How is a complete system (world-wide?) outage handled in such an efficient manner... Think all servers were up in 30 mins. I've heard of chaos engineering from Netflix, but haven't done much research yet... Any examples of what would cause such events? Bonus: Lastly for the conspiracist... What are the odds of $GME spiking and soon after Reddit crashes? Any possible correlation? If anyone can reference reading materials too that'd be great thanks! #engineering #software
Really speaks volumes about the technical chops of Reddit engineering. Robust system and/or great oncalls. Shooting for bonus: It is likely related, but not in a conspiratorial way. Reddit did not go down because some “high power” tapped them on shoulder asking for it. It [likely] went down because of increased traffic to popular subreddit associated with all the $GME craze. The subreddit has nearly 10 million users. Many likely swarmed it during today’s price surge.

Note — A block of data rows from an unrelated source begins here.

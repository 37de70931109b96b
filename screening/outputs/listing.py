"""Results listed as a site reads them: counts by verdict, worst first, the figures of a row in the user's units.

Formatting of finished results only (no physics); shared by the batch, its files, the batch PDF and verify.
"""

from __future__ import annotations

import math

from screening.units import format_percent, format_pressure, format_temperature
from screening.verdicts import LISTING_ORDER

#: The verdict words, most severe first: the order of the counts, of the terminal table, of the batch PDF's
#: listing and of --sort severity.
ORDER = tuple(str(v) for v in LISTING_ORDER)
_RANK = {v: i for i, v in enumerate(ORDER)}


def severity_key(r: dict) -> tuple:
    """Worst first: input-error, over, out-of-scope, low-margin, within; then lowest margin; then row."""
    return severity_key_of(r["verdict"], r.get("margin_fraction"), r["row"])


def severity_key_of(verdict: str, m: float | None, row: int) -> tuple:
    """:func:`severity_key` of a row given by its verdict, margin [-] (or None) and row."""
    return (_RANK.get(verdict, 0), m if m is not None else -math.inf, row)


def ranked(results: list[dict]) -> list[dict]:
    """The results worst first (see severity_key)."""
    return sorted(results, key=severity_key)


def summary(results: list[dict]) -> dict:
    counts = {v: 0 for v in ORDER}
    for r in results:
        counts[r["verdict"]] = counts.get(r["verdict"], 0) + 1
    dups = sum(1 for r in results for w in r.get("warnings", []) if w.get("code") == "duplicate-id")
    return {"rows": len(results), "counts": counts, "duplicate_ids": dups}


def _units(r: dict) -> tuple[str, str, float]:
    """(pressure unit, temperature unit, the site's atmospheric pressure [Pa]) of a screened row's record."""
    du = r["display_units"]
    return du.get("pressure", "bar(g)"), du.get("temperature", "degC"), r["site"]["atmospheric_pressure_pa"]


def cells(r: dict) -> dict:
    """The row's figures as text in the user's units. `r` is a row's summary record
    (`Result.summary_record` with its "row") or its input-error record."""
    if r["verdict"] == "input-error":
        return {"peak": "", "rated": "", "margin": "", "t_max": "", "p_max": "", "gas": ""}
    pu, tu, atm = _units(r)
    lim = r["limits"]
    return {
        "peak": format_pressure(r["peak_pressure_pa"], pu, atm),
        "rated": format_pressure(r["rated_pressure_pa"], pu, atm),
        "margin": format_percent(r["margin_fraction"]),
        "t_max": format_temperature(lim["max_gas_temperature_k"], tu),
        "p_max": format_pressure(lim["max_fill_pressure_pa"], pu, atm),
        "gas": r["gas"]["name"],
    }
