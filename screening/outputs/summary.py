"""The terminal summary of one vessel's result: a view, in the units the user wrote."""

from __future__ import annotations

import textwrap

from screening.units import format_percent, format_pressure, format_quantity, format_temperature

_VERDICT_WORDS = {
    "within": "WITHIN RATING",
    "low-margin": "LOW MARGIN",
    "over": "OVER RATING",
    "out-of-scope": "CANNOT BE SCREENED",
}


def verdict_words(verdict: str) -> str:
    return _VERDICT_WORDS[verdict]


def _wrap(text: str, indent: str = "  ") -> str:
    return textwrap.fill(text, width=92, initial_indent=indent, subsequent_indent=indent, break_on_hyphens=False)


def format_summary(result: dict) -> str:
    """A short human summary of a result dict."""
    du = result["display_units"]
    atm = result["site"]["atmospheric_pressure_pa"]
    P = lambda p: format_pressure(p, du["pressure"], atm)  # noqa: E731
    T = lambda t: format_temperature(t, du["temperature"])  # noqa: E731
    lines: list[str] = []
    lines.append(f"Screening of {result['id']}" + (f" — {result['description']}" if result.get("description") else ""))
    lines.append("")
    lines.append(f"  Verdict: {verdict_words(result['verdict'])} ({result['verdict']})")
    for r in result["reasons"]:
        lines.append(_wrap("- " + r, "    "))
    lines.append("")
    lines.append("Inputs (as entered → converted)")
    for item in result["inputs"]:
        si = item["si_value"]
        conv = f"{si:.6g} {item['si_unit']}" if si is not None else ""
        lines.append(f"  {item['key']:<28} {item['entered']:<18} → {conv}")
    lines.append(f"  {'gas':<28} {result['gas']['name']}")
    fill = result["fill"]
    lines.append("")
    lines.append("Fill")
    if fill["pressure_pa"] is not None:
        lines.append(f"  pressure {P(fill['pressure_pa'])} at {T(fill['temperature_k'])}")
    lines.append(f"  phase {fill['phase'] or 'not established'}; density "
                 f"{format_quantity(fill['density_kg_m3'], 'kg/m3', 1)}; "
                 f"filling ratio {format_quantity(fill['density_kg_m3'], 'kg/L', 3)}; "
                 f"mass {format_quantity(fill['mass_kg'], du['mass'], 2)}")
    lines.append("")
    lines.append(f"Peak at {T(result['worst_case_temperature_k'])} ({result['worst_case_basis']})")
    for name, m in result["models"].items():
        val = P(m["peak_pressure_pa"]) if m["applicable"] else "not applicable"
        mark = "  ← governs" if name == result["governing_model"] else ""
        lines.append(f"  {name:<12} {val}{mark}")
        if not m["applicable"]:
            lines.append(_wrap(m["note"], "               "))
    tol = result.get("tolerance")
    if tol and tol.get("bounding_peak_pressure_pa") is not None:
        sens = tol["sensitivities"]
        lines.append(f"  bounding     {P(tol['bounding_peak_pressure_pa'])} with the input tolerances "
                     f"({', '.join(f'{k.replace(chr(95), chr(32))} ±{v}' for k, v in tol['entered'].items())}); "
                     "the verdict uses it")
        parts = [f"dP/dT {sens['dp_peak_dt_gas'] / 1e5:.2f} bar/K"]
        if sens.get("dp_peak_dp_fill") is not None:
            parts.append(f"dP/dP_fill {sens['dp_peak_dp_fill']:.3f}")
            parts.append(f"dP/dT_fill {sens['dp_peak_dt_fill'] / 1e5:.2f} bar/K")
        lines.append("               sensitivities: " + ", ".join(parts))
    lines.append(f"  rated        {P(result['rated_pressure_pa'])}"
                 + (f" ({result['vessel']['rated_pressure_kind']})" if result["vessel"]["rated_pressure_kind"] else ""))
    if result["relief_set_pressure_pa"] is not None:
        lines.append(f"  relief set   {P(result['relief_set_pressure_pa'])}")
    lines.append(f"  margin       {format_percent(result['margin_fraction'])} (required "
                 f"{format_percent(result['required_margin_fraction'])}"
                 + (", tool default" if result["required_margin_is_default"] else "") + ")")
    if result.get("exposure"):
        b = result["exposure"]
        lines.append(f"  sun: absorbed {b['absorbed_w_m2']:.0f} W/m2 = convected {b['convected_w_m2']:.0f} + radiated "
                     f"{b['radiated_w_m2']:.0f}; wall {T(b['wall_temperature_k'])} at ambient {T(b['ambient_k'])}"
                     + (" (dimensions estimated)" if b["dimensions_estimated"] else ""))
    if len(result.get("scenarios", [])) > 1:
        lines.append("")
        lines.append("Scenarios (worst first is marked *)")
        for sc in result["scenarios"]:
            mark = "*" if sc["governing"] else " "
            lines.append(f"  {mark} {sc['name'][:28]:<28} {T(sc['worst_case_temperature_k']):>10}  "
                         f"peak {P(sc['peak_pressure_pa']):>14}  margin {format_percent(sc['margin_fraction']):>8}  "
                         f"{sc['verdict']}")
    lim = result["limits"]
    lines.append("")
    lines.append("Limits")
    lines.append(f"  highest gas temperature before the rated pressure: {T(lim['max_gas_temperature_k'])}")
    if fill["given"] == "pressure":
        lines.append(f"  highest fill pressure at {T(fill['temperature_k'])} for the required margin: "
                     f"{P(lim['max_fill_pressure_pa'])}")
    if lim.get("max_fill_mass_kg") is not None:
        lines.append(f"  highest fill mass: {format_quantity(lim['max_fill_mass_kg'], du['mass'], 2)} "
                     f"({format_quantity(lim['max_filling_ratio_kg_per_l'] * 1000.0, 'kg/L', 3)}; limited by "
                     f"{lim['max_fill_mass_basis']})")
    if lim.get("liquid_full_temperature_k") is not None:
        lines.append(f"  liquid-full temperature: {T(lim['liquid_full_temperature_k'])}")
    if result["warnings"]:
        lines.append("")
        lines.append("Warnings")
        for w in result["warnings"]:
            lines.append(_wrap(f"- {w['message']}", "  "))
    lines.append("")
    lines.append(_wrap("CAUTION: " + result["cautions"]["caution"], ""))
    return "\n".join(lines)
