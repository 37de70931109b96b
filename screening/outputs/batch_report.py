"""The batch PDF: a summary page (counts, a margin chart, the table), then a detail section for every
vessel that is not within rating (all of them with ``--all-details``). A view of finished results.

It reuses the single report's safe Jinja environment, local-only URL fetcher and number helpers, and
takes its cautions from the same module. Long tables are laid out one table per page of rows so the
layout engine never has to break one long table.
"""

from __future__ import annotations

import datetime as _dt
import io
import os

import numpy as np

from screening import parallel
from screening.cautions import ASSUMPTIONS, CAUTION, SHORT_CAUTION
from screening.outputs.plot import drawable_models, plot_png, png_data_uri, svg_data_uri
from screening.outputs.report import (
    MODEL_TITLES,
    VERDICTS,
    ReportRenderError,
    _environment,
    _make_fetcher,
    templates_dir,
)
from screening.units import format_percent, format_pressure, format_temperature

TEMPLATE = "batch.html.j2"
ROWS_PER_PAGE = 40
#: Above this many rows the margin chart is a histogram rather than one bar per vessel.
BAR_CHART_MAX = 150


def _margin_chart(results: list[dict]) -> str:
    import matplotlib

    matplotlib.use("Agg")
    from matplotlib.backends.backend_svg import FigureCanvasSVG
    from matplotlib.figure import Figure

    rows = [r for r in results if r.get("margin_fraction") is not None]
    rc = {"svg.hashsalt": "screening-batch", "svg.fonttype": "none", "font.family": "DejaVu Sans",
          "font.size": 8, "hatch.color": "#000000"}
    with matplotlib.rc_context(rc):
        fig = Figure(figsize=(7.0, 2.8), dpi=100)
        FigureCanvasSVG(fig)
        ax = fig.add_subplot(1, 1, 1)
        if not rows:
            ax.text(0.5, 0.5, "no screened vessel has a margin", ha="center", va="center", transform=ax.transAxes)
            ax.set_axis_off()
        elif len(rows) <= BAR_CHART_MAX:
            rows = sorted(rows, key=lambda r: r["margin_fraction"])
            m = np.array([100 * r["margin_fraction"] for r in rows])
            req = np.array([100 * (r.get("required_margin_fraction") or 0.0) for r in rows])
            hatch = {"over": "xxxx", "low-margin": "////", "within": ""}
            for i, r in enumerate(rows):
                ax.bar(i, m[i], color="white", edgecolor="black", linewidth=0.6, hatch=hatch.get(r["verdict"], ".."))
            ax.step(np.arange(len(rows)) + 0.5, req, where="pre", color="black", linestyle="--", linewidth=0.8,
                    label="required margin")
            ax.set_xticks(range(len(rows)))
            ax.set_xticklabels([str(r.get("id"))[:10] for r in rows], rotation=90, fontsize=5 if len(rows) > 40 else 7)
            ax.legend(loc="upper left", frameon=False)
            ax.set_xlabel("vessel (cross-hatched: over; hatched: low margin; plain: within)")
        else:
            m = np.array([100 * r["margin_fraction"] for r in rows])
            ax.hist(m, bins=50, color="white", edgecolor="black", linewidth=0.6, hatch="////")
            ax.set_xlabel("margin to rated pressure [%] (negative: over the rating)")
            ax.set_ylabel("vessels")
        ax.axhline(0.0, color="black", linewidth=0.8) if len(rows) <= BAR_CHART_MAX else ax.axvline(0.0, color="black")
        if rows and len(rows) <= BAR_CHART_MAX:
            ax.set_ylabel("margin to rated [%]")
        fig.tight_layout()
        buf = io.StringIO()
        fig.savefig(buf, format="svg", metadata={"Date": None, "Creator": None})
    return buf.getvalue()


def _curves(r: dict) -> dict | None:
    """Isochore curves of a detail row from its result (grid as the single screening draws it)."""
    from screening.physics.eos.generalized import lee_kesler_pressure
    from screening.physics.eos.reference import reference_fluid

    t_fill, t_peak = r["fill"]["temperature_k"], r["worst_case_temperature_k"]
    t_lo = max(min(t_fill, t_peak) - 30.0, 1.0)
    t_top = max(t_peak, t_fill) + 25.0
    tmax = (r.get("limits") or {}).get("max_gas_temperature_k")
    if tmax is not None and tmax < t_peak + 80.0:
        t_top = max(t_top, tmax + 10.0)
    grid = np.linspace(t_lo, t_top, 61)
    out: dict = {"temperature_k": [float(t) for t in grid]}
    models = r["models"]
    ide = models.get("ideal") or {}
    out["ideal"] = ([float(ide["fill_molar_density_mol_m3"] * 8.314462618 * t) for t in grid]
                    if ide.get("applicable") else None)
    gen = models.get("generalized") or {}
    out["generalized"] = None
    if gen.get("applicable") and not gen.get("quantum_correction") and not gen.get("mixing_rule"):
        s = lee_kesler_pressure(gen["fill_molar_density_mol_m3"], grid, gen["pseudocritical_temperature_k"],
                                gen["pseudocritical_pressure_pa"], gen["acentric_factor"])
        out["generalized"] = [float(p) if v else None for p, v in zip(s.pressure, s.valid)]
    ref = models.get("reference") or {}
    out["reference"] = None
    comps = r["gas"]["components"]
    if ref.get("applicable") and len(comps) == 1 and comps[0].get("coolprop_name"):
        fluid = reference_fluid((comps[0]["coolprop_name"],), (1.0,))
        p, v, _ = fluid.pressures(np.full(grid.shape, ref["fill_molar_density_mol_m3"]), grid)
        out["reference"] = [float(x) if ok else None for x, ok in zip(p, v)]
    return out


def _detail(r: dict) -> dict:
    pu = (r.get("display_units") or {}).get("pressure", "bar(g)")
    tu = (r.get("display_units") or {}).get("temperature", "degC")
    atm = (r.get("site") or {}).get("atmospheric_pressure_pa") or 101325.0
    code = r["verdict"]
    v = VERDICTS.get(code, dict(mark="?", label="Input error: the row could not be read", line=""))
    d = dict(row=str(r["row"]), id=str(r.get("id") or "—"), code=code, label=v["label"], mark=v["mark"],
             css="v-" + (code if code in VERDICTS else "unknown"), reasons=[str(x) for x in r.get("reasons") or []],
             warnings=[str(w["message"]) for w in r.get("warnings") or []], figures=[], models=[], plot=None)
    if code == "input-error":
        return d
    P = lambda p: format_pressure(p, pu, atm)  # noqa: E731
    lim = r.get("limits") or {}
    d["figures"] = [
        ("Gas", str(r["gas"]["name"])),
        ("Fill", f"{P(r['fill']['pressure_pa'])} at {format_temperature(r['fill']['temperature_k'], tu)}"
         if r["fill"].get("pressure_pa") is not None else f"{r['fill'].get('mass_kg') or 0:.3f} kg"),
        ("Worst-case gas temperature", f"{format_temperature(r['worst_case_temperature_k'], tu)} "
                                       f"({r['worst_case_basis']})"),
        ("Peak pressure", P(r["peak_pressure_pa"])),
        ("Rated pressure", P(r["rated_pressure_pa"])),
        ("Margin to rated", format_percent(r["margin_fraction"])),
        ("Required margin", format_percent(r["required_margin_fraction"])),
        ("Governing model", MODEL_TITLES.get(r.get("governing_model"), "none")),
        ("Highest gas temperature", format_temperature(lim.get("max_gas_temperature_k"), tu)),
        ("Highest fill pressure", P(lim.get("max_fill_pressure_pa"))),
    ]
    d["models"] = [(MODEL_TITLES[n], P(m["peak_pressure_pa"]) if m["applicable"] else "not applicable: " + m["note"])
                   for n, m in r["models"].items()]
    try:
        view = dict(r)
        if not view.get("curves"):
            view["curves"] = _curves(r)
        if view["curves"] and drawable_models(view):
            d["plot"] = png_data_uri(plot_png(view))
    except Exception:  # a missing curve leaves the section without its plot, never without its numbers
        d["plot"] = None
    return d


def build_view(results: list[dict], *, source: str, all_details: bool, report_date: _dt.date,
               full=None) -> dict:
    """The template's view. ``full(i)``, where given, gives row i's full result for its detail section
    (the batch keeps only what the table needs for most rows)."""
    from screening.batch import ORDER, cells, ranked, summary

    s = summary(results)
    table = []
    for r in ranked(results):
        c = cells(r)
        table.append(dict(row=str(r["row"]), id=str(r.get("id") or "—"), verdict=r["verdict"], gas=c["gas"],
                          peak=c["peak"], rated=c["rated"], margin=c["margin"], t_max=c["t_max"]))
    pages = [table[k:k + ROWS_PER_PAGE] for k in range(0, len(table), ROWS_PER_PAGE)]
    position = {id(r): i for i, r in enumerate(results)}
    detail_rows = [full(position[id(r)]) if full is not None else r
                   for r in ranked(results) if all_details or r["verdict"] != "within"]
    return dict(
        title=f"Batch pressure screening \u2014 {os.path.basename(source)}", source=str(source),
        report_date=report_date.isoformat(), counts=[(v, s["counts"][v]) for v in ORDER], rows=s["rows"],
        duplicates=s["duplicate_ids"], chart=svg_data_uri(_margin_chart(results)), pages=pages,
        details=parallel.map_items(_detail, detail_rows), all_details=all_details,
        caution=CAUTION, short_caution=SHORT_CAUTION, assumptions=list(ASSUMPTIONS),
    )


def render_batch_pdf_bytes(results: list[dict], *, source: str, all_details: bool = False,
                           report_date: _dt.date | None = None, full=None) -> bytes:
    import weasyprint
    from weasyprint.urls import FatalURLFetchingError

    report_date = report_date or _dt.date.today()
    folder = templates_dir()
    view = build_view(results, source=source, all_details=all_details, report_date=report_date, full=full)
    html_text = _environment(folder).get_template(TEMPLATE).render(v=view)
    fetcher = _make_fetcher(folder)
    try:
        doc = weasyprint.HTML(string=html_text, base_url=str(folder) + os.sep, url_fetcher=fetcher).render()
        return doc.write_pdf()
    except FatalURLFetchingError as exc:
        raise ReportRenderError(str(exc)) from exc.__cause__


def render_batch_report(results: list[dict], out_path, *, source: str, all_details: bool = False,
                        report_date: _dt.date | None = None, quiet: bool = True, full=None):
    """Write the batch PDF atomically (temporary file beside the target, then moved into place)."""
    from screening.batch import atomic_writer, check_target

    check_target(out_path, "PDF report")
    pdf = render_batch_pdf_bytes(results, source=source, all_details=all_details, report_date=report_date,
                                 full=full)
    with atomic_writer(out_path, "PDF report", binary=True) as fh:
        fh.write(pdf)
    return out_path
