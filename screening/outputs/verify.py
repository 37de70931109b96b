"""Check a report against its own attachments: re-run the attached case, compare with the attached result.

``verify_report(pdf_path) -> (agree, message)``. Agreement means: the attached case text still hashes to
the result's ``input_sha256``, and re-running it gives the same verdict and the same peak pressure
(relative difference at most 1e-9, or both absent). A PDF that cannot be read, or that lacks the two
attachments, raises InputError.
"""

from __future__ import annotations

import hashlib
import json
import logging
import math
from pathlib import Path

from screening.errors import InputError

RELATIVE_TOLERANCE = 1e-9
RESULT_SUFFIX = ".result.json"


def read_attachments(pdf_path: str | Path) -> dict[str, bytes]:
    """The embedded files of the PDF, by name (first copy of each name)."""
    from pypdf import PdfReader
    from pypdf.errors import PdfReadError

    path = Path(pdf_path)
    if not path.is_file():
        raise InputError("no such report file", given=str(path), expected="a PDF written by this tool")
    try:
        with path.open("rb") as fh:
            head = fh.read(5)
    except OSError as exc:
        raise InputError(f"cannot read the report: {exc.strerror or exc}", given=str(path)) from None
    if head != b"%PDF-":
        raise InputError("not a PDF file", given=str(path), expected="a PDF written by this tool")
    log = logging.getLogger("pypdf")
    level = log.level
    log.setLevel(logging.ERROR)  # pypdf's repair chatter is not the user's business; failures still raise
    try:
        reader = PdfReader(str(path), strict=False)
        found = reader.attachments
        return {name: bytes(copies[0]) for name, copies in found.items() if copies}
    except (PdfReadError, OSError, ValueError, KeyError, TypeError, AttributeError) as exc:
        raise InputError(f"cannot read the report as a PDF: {exc}", given=str(path)) from None
    finally:
        log.setLevel(level)


def attached_case_and_result(pdf_path: str | Path) -> tuple[str, str, dict]:
    """(case file name, case text, result dict) attached to a report."""
    files = read_attachments(pdf_path)
    results = [n for n in files if n.endswith(RESULT_SUFFIX)]
    if len(results) != 1:
        raise InputError("the report carries no attached result", given=str(pdf_path),
                         expected=f"one attachment named '*{RESULT_SUFFIX}'")
    try:
        result = json.loads(files[results[0]].decode("utf-8"))
    except (UnicodeDecodeError, ValueError) as exc:
        raise InputError(f"the attached result is not JSON: {exc}", given=results[0]) from None
    if not isinstance(result, dict):
        raise InputError("the attached result is not a JSON object", given=results[0])
    source = result.get("source")
    if isinstance(source, str) and Path(source.replace("\\", "/")).name in files:
        case_name = Path(source.replace("\\", "/")).name
    else:
        others = [n for n in files if n != results[0]]
        if len(others) != 1:
            raise InputError("the report carries no attached case file", given=str(pdf_path),
                             expected="the case file as entered, attached beside the result")
        case_name = others[0]
    try:
        case_text = files[case_name].decode("utf-8")
    except UnicodeDecodeError as exc:
        raise InputError(f"the attached case file is not UTF-8 text: {exc}", given=case_name) from None
    return case_name, case_text, result


def _same_pressure(a, b) -> bool:
    if a is None or b is None:
        return a is None and b is None
    if not (isinstance(a, (int, float)) and isinstance(b, (int, float))):
        return False
    if not (math.isfinite(a) and math.isfinite(b)):
        return False
    return abs(a - b) <= RELATIVE_TOLERANCE * max(abs(a), abs(b))


def _pa(x) -> str:
    return "none" if x is None else f"{x!r} Pa (absolute)"


def verify_report(pdf_path: str | Path) -> tuple[bool, str]:
    """Re-run the case attached to `pdf_path`; (True, message) if it agrees with the attached result."""
    from screening.screen import screen_text

    case_name, case_text, attached = attached_case_and_result(pdf_path)
    fresh = screen_text(case_text, case_name)

    sha = hashlib.sha256(case_text.encode("utf-8")).hexdigest()
    checks = [
        ("case text SHA-256", attached.get("input_sha256"), sha, attached.get("input_sha256") == sha),
        ("verdict", attached.get("verdict"), fresh["verdict"], attached.get("verdict") == fresh["verdict"]),
        ("peak pressure", _pa(attached.get("peak_pressure_pa")), _pa(fresh["peak_pressure_pa"]),
         _same_pressure(attached.get("peak_pressure_pa"), fresh["peak_pressure_pa"])),
    ]
    agree = all(ok for *_, ok in checks)
    lines = [f"{'AGREES' if agree else 'DISAGREES'}: {Path(pdf_path).name} (case {case_name}; "
             f"attached result of tool {attached.get('tool_version')}, re-run with {fresh['tool_version']})"]
    for label, was, now, ok in checks:
        lines.append(f"  {label:<18} attached: {was}")
        lines.append(f"  {'':<18} re-run:   {now}   {'same' if ok else 'DIFFERENT'}")
    return agree, "\n".join(lines)
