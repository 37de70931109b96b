"""The action line: one plain sentence of what would make a vessel pass, for every verdict but `within`.

Formatting only. Every number comes from the finished result: the limits the screening solved
(``limits.max_fill_pressure_pa`` and ``limits.max_fill_mass_kg`` keep the required margin at the
worst case; ``limits.max_gas_temperature_k`` is where the rated pressure, or a lower relief set pressure,
is reached) and the
verdicts of its scenarios. The terminal summary, the PDF report and the batch PDF all take the
sentence from :func:`action_line`.
"""

from __future__ import annotations

from screening.cautions import ceiling_name
from screening.outputs.text import fmt_pressure, fmt_temperature, visible
from screening.result import Result
from screening.units import format_quantity


def _scenario_hint(result: Result) -> str | None:
    """'move it out of the sun …' where a scenario without sun is within and the governing one is in
    the sun; otherwise '… as in scenario X' where some scenario is within."""
    scenarios = result.scenarios
    if len(scenarios) < 2:
        return None
    governing = next((sc for sc in scenarios if sc.governing), None)
    passing = [sc for sc in scenarios if sc.verdict == "within"]
    if not passing:
        return None
    shaded = [sc for sc in passing if not sc.exposure]
    if governing is not None and governing.exposure and shaded:
        return f"move it out of the sun (scenario \u2018{visible(shaded[0].name)}\u2019 is within)"
    return f"keep it as in scenario \u2018{visible(passing[0].name)}\u2019, which is within"


def action_line(result: Result) -> str | None:
    """What would make the vessel pass, as one sentence in the user's units; None for `within`."""
    verdict = result.verdict
    if verdict == "within":
        return None
    if verdict not in ("low-margin", "over"):
        return ("No limit can be given: this method does not cover the vessel as described; have it assessed "
                "by other means (the reasons say why).")
    fill = result.fill
    limits = result.limits
    parts = []
    hint = _scenario_hint(result)
    if hint:
        parts.append(hint)
    p_max, m_max = limits.max_fill_pressure_pa, limits.max_fill_mass_kg
    p_fill, m_fill = fill.pressure_pa, fill.mass_kg
    mass_unit = result.display_units.get("mass", "kg")
    if fill.given == "pressure" and p_max is not None and p_fill is not None and p_max < p_fill:
        text = f"fill to at most {fmt_pressure(result, p_max)} at {fmt_temperature(result, fill.temperature_k)}"
        if m_max is not None:
            text += f" (at most {format_quantity(m_max, mass_unit, 2)})"
        parts.append(text)
    elif m_max is not None and m_fill is not None and m_max < m_fill:
        parts.append(f"fill at most {format_quantity(m_max, mass_unit, 2)}")
    t_max = limits.max_gas_temperature_k
    t_worst = result.worst_case_temperature_k
    ceiling = ceiling_name(result.relief_set_pressure_pa, result.rated_pressure_pa)
    keep_below = (f"keep the gas below {fmt_temperature(result, t_max)}, "
                  + (f"where it reaches {ceiling}" if result.tolerance is None else
                     f"which keeps it below {ceiling} within the reading tolerances")
                  if t_max is not None else None)
    if not parts:
        if keep_below and t_worst is not None and t_worst >= t_max:
            return "To pass: " + keep_below + "."
        return ("No limit of this screening removes the reason by itself; the reasons above say what must "
                "change.")
    line = "To pass: " + "; or ".join(parts) + "."
    if keep_below:
        line += " In any case " + keep_below + "."
    return line
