def text_boxes(fig) -> list[tuple[str, tuple[float, float, float, float]]]:
    """(text, (x0, y0, x1, y1)) in display units of every text a drawn figure shows: the tick labels
    inside the axis limits, the axis labels, the legend entries, any annotation."""
    from matplotlib.backends.backend_agg import FigureCanvasAgg

    FigureCanvasAgg(fig)
    renderer = fig.canvas.get_renderer()
    fig.draw(renderer)
    texts = list(fig.texts)
    for ax in fig.axes:
        for axis in (ax.xaxis, ax.yaxis):
            lo, hi = sorted(axis.get_view_interval())
            eps = 1e-9 * max(abs(lo), abs(hi), 1.0)
            texts += [tick.label1 for tick in axis.get_major_ticks() if lo - eps <= tick.get_loc() <= hi + eps]
            texts.append(axis.label)
        texts += list(ax.texts)
        legend = ax.get_legend()
        if legend is not None:
            texts += list(legend.get_texts())
    out = []
    for artist in texts:
        if not artist.get_visible() or not artist.get_text().strip():
            continue
        bb = artist.get_window_extent(renderer)
        out.append((artist.get_text(), (bb.x0, bb.y0, bb.x1, bb.y1)))
    return out


def _converters(result: Result):
    """Functions from absolute Pa and from K into the result's display units."""
    units = result.display_units
    p_unit, t_unit = units["pressure"], units["temperature"]
    atm = result.site.atmospheric_pressure_pa
    return (lambda pa: pressure_in(pa, p_unit, atm)), (lambda k: temperature_in(k, t_unit))


def plot_png(result: Result, dpi: int = 130) -> bytes:
    """PNG bytes of the isochore plot of `result` (the batch report's many detail plots: a raster image
    lays out and draws far faster than an SVG of the same plot)."""
    return plot_svg(result, png_dpi=dpi)


def _grey_png(fig, dpi: int) -> bytes:
    """The figure as an 8-bit greyscale PNG without alpha (the plot is drawn in greys only). The PDF
    writer re-encodes a raster image and splits an alpha channel into a second image; one grey
    channel is a third of the RGB data and needs one encoding, not two."""
    from matplotlib.backends.backend_agg import FigureCanvasAgg
    from PIL import Image

    fig.set_dpi(dpi)
    canvas = FigureCanvasAgg(fig)
    canvas.draw()
    rgba = canvas.buffer_rgba()
    img = Image.frombuffer("RGBA", (int(rgba.shape[1]), int(rgba.shape[0])), rgba, "raw", "RGBA", 0, 1)
    white = Image.new("RGBA", img.size, (255, 255, 255, 255))
    grey = Image.alpha_composite(white, img).convert("L")
    raw = io.BytesIO()
    # light compression: the PDF writer compresses the image again
    grey.save(raw, format="PNG", compress_level=1)
    return raw.getvalue()


def png_data_uri(png: bytes) -> str:
    """A data: URI carrying PNG bytes (base64)."""
    return "data:image/png;base64," + base64.b64encode(png).decode("ascii")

Also, I’m going off complete hunch: The error I got was CDN related. Maybe the surge in GME price caused more traffic to r/wsb. More traffic, so more posting/commenting. More content, so CDNs have stale data. CDN data stale, so people’s content queries ultimately end up on Reddit’s hosts. Surge in content-querying traffic, hosts get overwhelmed. This is a hunch. If true, could be alleviated with sharding requests by subreddit— that way only traffic to “hot” subreddits gets effected.